# Additions to my Fairymead



## pappde (Jan 21, 2014)

So far these are the additions to my loco:
A summer land chuffer.
With it I added a condensate and oil catcher with a drain, inside the smokebox.
Replaced the insulation in the smokebox and in the front door, also moved the screw that held the numberplate , beyond the insulating.
At the same time I also reworked the latch on the smokebox door.
I am still planning to add a steam driven water pump. Most likely not the Regner, but a larger one, with a height of 80mm, that is more to the scale.


----------



## Kovacjr (Jan 2, 2008)

Denes, hate to say it but that tank is completely blocking the exhaust gases from the flue and will severely over heat the boiler/smokebox leading to unsoldering parts and damaging the paint. Id hate to see the smokebox come unsoldered. It is nice work though.


----------



## Nick Jr (Jan 2, 2008)

pappde, were you getting crackling in the smoke box? is that why you made the catcher?? could be another solution to the Accucraft Shay's, on a smaller scale of course.


----------



## pappde (Jan 21, 2014)

Kovacjr said:


> Denes, hate to say it but that tank is completely blocking the exhaust gases from the flue and will severely over heat the boiler/smokebox leading to unsoldering parts and damaging the paint. Id hate to see the smokebox come unsoldered. It is nice work though.

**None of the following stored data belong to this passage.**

package holonomy

import (
	"fmt"
	"math"
	"math/cmplx"
)

// FindingKind classifies a Finding.
type FindingKind int

const (
	// RealLoop: the Hamiltonian is real along the whole loop in a basis of
	// fixed level phases. The holonomy is then a real orthogonal matrix in
	// that basis, so one state can pick up a Berry phase of 0 or π only
	// (common practice; Berry, Proc. R. Soc. A 392, 45 (1984)).
	RealLoop FindingKind = iota + 1
	// NoArea: the loop encloses no area in control space (the controls do
	// not change, change along one line only, or the path retraces itself),
	// so its holonomy is the identity (common practice; Berry 1984).
	NoArea
	// BaseLeakage: at the base point the working subspace is not wholly in
	// the span of the computational levels, so the holonomy identifies each
	// computational state with the nearest state of the working subspace,
	// and a gate made with the loop leaks out of the computational levels
	// unless they are brought in and out adiabatically.
	BaseLeakage
)

// String returns a short name of the kind.
func (k FindingKind) String() string {
	switch k {
	case RealLoop:
		return "real-loop"
	case NoArea:
		return "no-area"
	case BaseLeakage:
		return "base-leakage"
	}
	return fmt.Sprintf("FindingKind(%d)", int(k))
}

// Finding is one diagnostic about a loop, with a message in plain words.
type Finding struct {
	// Kind classifies the finding.
	Kind FindingKind
	// Message explains it in plain words, for people.
	Message string
}

// String returns the kind and the message.
func (f Finding) String() string { return f.Kind.String() + ": " + f.Message }

// Diagnose samples loop at n points (n ≥ 4) and reports what limits the
// holonomy it can give, as findings in plain words:
//
//   - RealLoop when every H(s) is real up to fixed level phases: for each
//     coupled pair of levels the phase of H_ij is constant modulo π along
//     the loop, and the phases are consistent around every cycle of the
//     coupling graph (checked on a spanning tree).
//   - NoArea when the controls do not change, when all points lie on one
//     straight line in control space, or when the path retraces itself. The
//     last is decided by reducing the path: walking the samples, a sample
//     that lies on the route already walked (within 1e-8 of the loop's size,
//     located on the loop itself by golden-section search between
//     neighbouring samples, and reachable within twice the step just taken)
//     cuts the route back to it. The loop retraces itself if the route
//     shrinks to the base point. (A sample farther than half a step from
//     the chord of a stretch is taken not to lie on it, which holds on any
//     loop sampled finely enough for its holonomy.) Control space has the real and imaginary
//     parts of the drives and the detunings as coordinates (rad/s).
//   - BaseLeakage when the working subspace at the base point has less
//     than all its weight on the computational levels.
//
// The error is that of choosing the working subspace at the base point.
// Diagnose allocates.
func (w *Wilson) Diagnose(loop Loop, n int) ([]Finding, error) {
	if w.err != nil {
		return nil, w.err
	}
	if n < 4 {
		panic("holonomy: Wilson.Diagnose: need at least 4 loop points")
	}
	var out []Finding
	tr := w.tr
	if err := w.eval(loop, 0, tr.h); err != nil {
		return nil, err
	}
	tr.cold()
	if err := tr.choose(w.GapTol, "base point (s = 0)"); err != nil {
		return nil, err
	}
	if wt := tr.baseWeight(); wt < 1-1e-9 {
		out = append(out, Finding{BaseLeakage, fmt.Sprintf(
			"at the base point the working subspace is not wholly made of the computational levels %s: in the worst direction only %.4g%% of a state's weight lies on them, so a gate made with this loop leaks up to %.3g%% out of them unless the drives bring the levels in and out adiabatically",
			tr.compNames(), 100*wt, 100*(1-wt))})
	}
	isReal, err := w.realLoop(loop, n)
	if err != nil {
		return nil, err
	}
	if isReal {
		out = append(out, Finding{RealLoop,
			"the Hamiltonian stays real along the loop (up to fixed phases of the levels), so the holonomy is a real orthogonal matrix in that basis and a single state can pick up a Berry phase of only 0 or π; drive phases that change along the loop are needed for other gates"})
	}
	msg, err := w.noArea(loop, n)
	if err != nil {
		return nil, err
	}
	if msg != "" {
		out = append(out, Finding{NoArea, msg + ", so it encloses no area: its holonomy is the identity and it makes no gate"})
	}
	return out, nil
}

// realLoop reports whether H(s) is real at every sample up to fixed level
// phases.
func (w *Wilson) realLoop(loop Loop, n int) (bool, error) {
	nl := len(w.s.Levels)
	h := w.h1
	ref := make([]complex128, nl*nl) // element of largest modulus per pair
	var hmax float64
	for j := 0; j < n; j++ {
		if err := w.eval(loop, float64(j)/float64(n), h); err != nil {
			return false, err
		}
		for a := 0; a < nl; a++ {
			for b := a + 1; b < nl; b++ {
				x := h.Data[a*nl+b]
				if sqmag(x) > sqmag(ref[a*nl+b]) {
					ref[a*nl+b] = x
				}
				hmax = math.Max(hmax, cmplx.Abs(x))
			}
		}
	}
	tol := 1e-9 * hmax
	for j := 0; j < n; j++ {
		if err := w.eval(loop, float64(j)/float64(n), h); err != nil {
			return false, err
		}
		for a := 0; a < nl; a++ {
			for b := a + 1; b < nl; b++ {
				r := ref[a*nl+b]
				if cmplx.Abs(r) <= tol {
					continue
				}
				// Imaginary part of H_ab e^{−i arg r}.
				if math.Abs(imag(h.Data[a*nl+b]*conjg(r)))/cmplx.Abs(r) > tol {
					return false, nil
				}
			}
		}
	}
	// Level phases χ with arg r_ab ≡ χ_a − χ_b (mod π) on a spanning forest,
	// then every other coupled pair must agree.
	chi := make([]float64, nl)
	seen := make([]bool, nl)
	queue := make([]int, 0, nl)
	coupled := func(a, b int) (complex128, bool) {
		if a > b {
			r := ref[b*nl+a]
			return conjg(r), cmplx.Abs(r) > tol
		}
		r := ref[a*nl+b]
		return r, cmplx.Abs(r) > tol
	}
	for root := 0; root < nl; root++ {
		if seen[root] {
			continue
		}
		seen[root] = true
		queue = append(queue[:0], root)
		for len(queue) > 0 {
			a := queue[0]
			queue = queue[1:]
			for b := 0; b < nl; b++ {
				r, ok := coupled(a, b)
				if !ok || seen[b] {
					continue
				}
				// H_ab = |r| e^{i(χ_a − χ_b)} up to sign: χ_b = χ_a − arg r.
				chi[b] = chi[a] - cmplx.Phase(r)
				seen[b] = true
				queue = append(queue, b)
			}
		}
	}
	for a := 0; a < nl; a++ {
		for b := a + 1; b < nl; b++ {
			r, ok := coupled(a, b)
			if !ok {
				continue
			}
			d := cmplx.Phase(r) - (chi[a] - chi[b])
			if math.Abs(math.Sin(d)) > 1e-9 {
				return false, nil
			}
		}
	}
	return true, nil
}

// noArea returns a description if the loop encloses no area, else "".
func (w *Wilson) noArea(loop Loop, n int) (string, error) {
	dim := 2*len(w.s.Channels) + len(w.s.Levels)
	xs := make([]float64, (n+1)*dim)
	for j := 0; j <= n; j++ {
		if err := w.eval(loop, float64(j)/float64(n), w.h1); err != nil {
			return "", err
		}
		w.coords(xs[j*dim : (j+1)*dim])
	}
	x0 := xs[:dim]
	far, size := 0, 0.0
	for j := 1; j <= n; j++ {
		if d := dist(xs[j*dim:(j+1)*dim], x0); d > size {
			far, size = j, d
		}
	}
	if size == 0 {
		return "the controls do not change along the loop", nil
	}
	// One straight line?
	line := true
	xf := xs[far*dim : (far+1)*dim]
	for j := 1; j <= n && line; j++ {
		xj := xs[j*dim : (j+1)*dim]
		var dot float64
		for i := range xj {
			dot += (xj[i] - x0[i]) * (xf[i] - x0[i])
		}
		t := dot / (size * size)
		var off float64
		for i := range xj {
			e := xj[i] - x0[i] - t*(xf[i]-x0[i])
			off += e * e
		}
		line = math.Sqrt(off) <= 1e-9*size
	}
	if line {
		return "only one combination of the controls changes along the loop (all its points lie on one straight line in control space)", nil
	}
	if w.retraces(loop, xs, dim, n, 1e-8*size) {
		return "the loop retraces its own path (every stretch travelled out is travelled back)", nil
	}
	return "", nil
}

// retraces reduces the sampled path as described at Diagnose.
func (w *Wilson) retraces(loop Loop, xs []float64, dim, n int, eps float64) bool {
	buf := make([]float64, dim)
	at := func(t float64) []float64 {
		if w.eval(loop, t, w.h1) != nil {
			for i := range buf {
				buf[i] = math.NaN()
			}
			return buf
		}
		w.coords(buf)
		return buf
	}
	// closest returns the point of the loop between parameters a < b
	// nearest to x (golden-section search on the distance).
	closest := func(a, b float64, x []float64) (float64, float64) {
		const g = 0.6180339887498949
		lo, hi := a, b
		c, d := hi-g*(hi-lo), lo+g*(hi-lo)
		fc, fd := dist(at(c), x), dist(at(d), x)
		for hi-lo > 1e-13*math.Max(1, b) && hi-lo > 1e-300 {
			if fc <= fd {
				hi, d, fd = d, c, fc
				c = hi - g*(hi-lo)
				fc = dist(at(c), x)
			} else {
				lo, c, fc = c, d, fd
				d = lo + g*(hi-lo)
				fd = dist(at(d), x)
			}
		}
		best, fb := a, dist(at(a), x)
		if f := dist(at(b), x); f < fb {
			best, fb = b, f
		}
		if fc < fb {
			best, fb = c, fc
		}
		if fd < fb {
			best, fb = d, fd
		}
		return best, fb
	}
	pt := func(j int) []float64 { return xs[j*dim : (j+1)*dim] }
	// The route walked so far, reduced: pieces of the loop R([a, b]), each
	// within one sample interval, joined end to start.
	type piece struct {
		a, b float64
		pa   []float64 // R(a)
		pb   []float64 // R(b)
	}
	var route []piece
	for j := 1; j <= n; j++ {
		x := pt(j)
		step := dist(x, pt(j-1))
		found := false
		skipped := 0.0
		for i := len(route) - 1; i >= 0; i-- {
			pc := route[i]
			// Cheap rejection: a point farther from the chord of the piece
			// than half its length (plus eps) is not on the piece.
			if chordDist(x, pc.pa, pc.pb) <= eps+0.5*dist(pc.pa, pc.pb) {
				t, d := closest(pc.a, pc.b, x)
				if d <= eps {
					// Walked back to R(t): cut the route there.
					route = route[:i]
					if p := at(t); t > pc.a && dist(p, pc.pa) > eps {
						route = append(route, piece{pc.a, t, pc.pa, append([]float64(nil), p...)})
					}
					found = true
					break
				}
			}
			skipped += dist(pc.pa, pc.pb)
			if skipped > 2*step+eps {
				break
			}
		}
		if !found {
			route = append(route, piece{float64(j-1) / float64(n), float64(j) / float64(n), pt(j - 1), pt(j)})
		}
	}
	return len(route) == 0
}

// coords writes the control-space coordinates of w.p into x.
func (w *Wilson) coords(x []float64) {
	i := 0
	for _, d := range w.p.Drive {
		x[i], x[i+1] = real(d), imag(d)
		i += 2
	}
	copy(x[i:], w.p.Detuning)
}

// chordDist returns the distance from x to the segment [a, b].
func chordDist(x, a, b []float64) float64 {
	var ab2, t float64
	for i := range a {
		d := b[i] - a[i]
		ab2 += d * d
		t += (x[i] - a[i]) * d
	}
	if ab2 > 0 {
		t = math.Max(0, math.Min(1, t/ab2))
	} else {
		t = 0
	}
	var s float64
	for i := range a {
		e := x[i] - a[i] - t*(b[i]-a[i])
		s += e * e
	}
	return math.Sqrt(s)
}

func dist(a, b []float64) float64 {
	var s float64
	for i := range a {
		d := a[i] - b[i]
		s += d * d
	}
	return math.Sqrt(s)
}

Would it help if I would lower the pan about a quarter of an inch?


----------



## pappde (Jan 21, 2014)

Nick Jr said:


> pappde, were you getting crackling in the smoke box? is that why you made the catcher?? could be another solution to the Accucraft Shay's, on a smaller scale of course.

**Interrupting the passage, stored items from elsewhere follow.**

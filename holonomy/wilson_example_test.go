package holonomy_test

import (
	"fmt"
	"math"

	"github.com/loopgate/loopgate/holonomy"
)

// A spin-½ follows a magnetic field whose direction circles a cone of polar
// angle 60°; its Berry phase is −π(1 − cos 60°) = −π/2 (Berry 1984).
func ExampleWilson_Loop() {
	spin := holonomy.Spin(1, 0) // level 0 (m = +½) is the computational level
	w := holonomy.NewWilson(spin)
	omega := 2 * math.Pi * 1e6 // field strength as a Larmor frequency, rad/s
	theta := math.Pi / 3
	cone := func(s float64, p holonomy.Point) {
		holonomy.SpinPoint(p, omega, theta, 2*math.Pi*s)
	}
	u := holonomy.NewMat(1, 1)
	gap, err := w.Loop(cone, 4096, u)
	if err != nil {
		fmt.Println(err)
		return
	}
	phase := math.Atan2(imag(u.At(0, 0)), real(u.At(0, 0)))
	fmt.Printf("Berry phase %.5f rad (−π/2 = %.5f)\n", phase, -math.Pi/2)
	fmt.Printf("smallest gap %.3f MHz\n", gap.Min/(2*math.Pi*1e6))
	// Output:
	// Berry phase -1.57080 rad (−π/2 = -1.57080)
	// smallest gap 1.000 MHz
}

// A tripod loop based where the qubit levels are dark rotates the qubit by
// the solid angle it encloses (Duan, Cirac and Zoller 2001).
func ExampleWilson_Adaptive() {
	w := holonomy.NewWilson(holonomy.Tripod())
	omega := 2 * math.Pi * 5e6
	th0, ph0 := math.Pi/2, math.Pi/2 // encloses the solid angle π/2
	loop := func(s float64, p holonomy.Point) {
		// Three legs of equal length in s, so 3·2^k points fall on the corners.
		switch {
		case s <= 1.0/3:
			holonomy.TripodPoint(p, omega, th0*3*s, 0)
		case s <= 2.0/3:
			holonomy.TripodPoint(p, omega, th0, ph0*(3*s-1))
		default:
			holonomy.TripodPoint(p, omega, th0*(3-3*s), ph0)
		}
	}
	res, err := w.Adaptive(loop, holonomy.AdaptiveOptions{Points: 48, Tol: 1e-10, Extrapolate: true})
	if err != nil {
		fmt.Println(err)
		return
	}
	u := res.U
	r := func(i, j int) float64 { return math.Round(real(u.At(i, j))*1e6)/1e6 + 0 } // + 0 turns −0 into 0
	fmt.Printf("U = [%+.6f %+.6f; %+.6f %+.6f]\n", r(0, 0), r(0, 1), r(1, 0), r(1, 1))
	fmt.Printf("rotation angle %.6f (π/2 = %.6f)\n", math.Atan2(real(u.At(1, 0)), real(u.At(0, 0))), math.Pi/2)
	for _, f := range res.Findings {
		fmt.Println(f.Kind)
	}
	// Output:
	// U = [+0.000000 -1.000000; +1.000000 +0.000000]
	// rotation angle 1.570796 (π/2 = 1.570796)
	// real-loop
}

// The Chern number of the field-aligned spin-½ state over the sphere of field
// directions (Berry 1984; Fukui, Hatsugai and Suzuki 2005).
func ExampleFlux_Chern() {
	f := holonomy.NewFlux(holonomy.Spin(1, 0))
	sphere := func(u, v float64, p holonomy.Point) {
		holonomy.SpinPoint(p, 1e6, math.Pi*u, 2*math.Pi*v)
	}
	c, err := f.Chern(sphere, 16, 16)
	if err != nil {
		fmt.Println(err)
		return
	}
	flux, err := f.Integral(sphere, 20)
	if err != nil {
		fmt.Println(err)
		return
	}
	fmt.Printf("Chern number %d, flux %.8f × 2π\n", c, flux/(2*math.Pi))
	// Output:
	// Chern number -1, flux -1.00000000 × 2π
}

// Diagnose explains in words why a loop cannot make a gate.
func ExampleWilson_Diagnose() {
	w := holonomy.NewWilson(holonomy.Tripod())
	// Out along θ and back the same way: no area enclosed.
	loop := func(s float64, p holonomy.Point) {
		x := math.Sin(math.Pi * s)
		holonomy.TripodPoint(p, 1e7, 1.2*x*x, 0.4)
	}
	fs, err := w.Diagnose(loop, 256)
	if err != nil {
		fmt.Println(err)
		return
	}
	for _, f := range fs {
		fmt.Println(f)
	}
	// Output:
	// real-loop: the Hamiltonian stays real along the loop (up to fixed phases of the levels), so the holonomy is a real orthogonal matrix in that basis and a single state can pick up a Berry phase of only 0 or π; drive phases that change along the loop are needed for other gates
	// no-area: the loop retraces its own path (every stretch travelled out is travelled back), so it encloses no area: its holonomy is the identity and it makes no gate
}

I saw this arrangement on the german forums, guess it is to make the loco run cleaner?


----------



## Nick Jr (Jan 2, 2008)

pappde, thank you for your response.


----------



## Kovacjr (Jan 2, 2008)

The issue is it is such a small smokedox and the exhause from the flue cane exit freely enough. It has happened on some other smaller locos too when adding barkboxes, they were destroying the doors and paint. Id think if it was just smaller in size both height and dia would be better. Though the chuffers that you ordered do the same thing in keeping it clean and on this engine sound really good.


----------



## Mike Toney (Feb 25, 2009)

I agree with Jason, ditch the catch pan and just use the Summerlands chuffer. I have no issues with lots of crud up the stack on my Fairymead with that chuff pipe in it. You also have cylinder cocks you can open to help deal with the initial crud and water when the cylinders are cold. But I rarely open mine. That said, your workmanship is beautiful on what you made. Cheers Mike


----------



## Skeeterweazel (Feb 11, 2014)

the chuffer keeps oil from shooting out the stack, but doesn't it then drip down in the smoke box? That's what it does in my lumberjack. One of my projects is to make a catch can.


----------



## Chris Scott (Jan 2, 2008)

*

http://forums.mylargescale.com/18-live-steam/26003-unit-shop-steam-oil-ring-dam-accucraft-locos.html

*


----------



## Pete Thornton (Jan 2, 2008)

Skeeterweazel said:


> the chuffer keeps oil from shooting out the stack, but doesn't it then drip down in the smoke box? That's what it does in my lumberjack. One of my projects is to make a catch can.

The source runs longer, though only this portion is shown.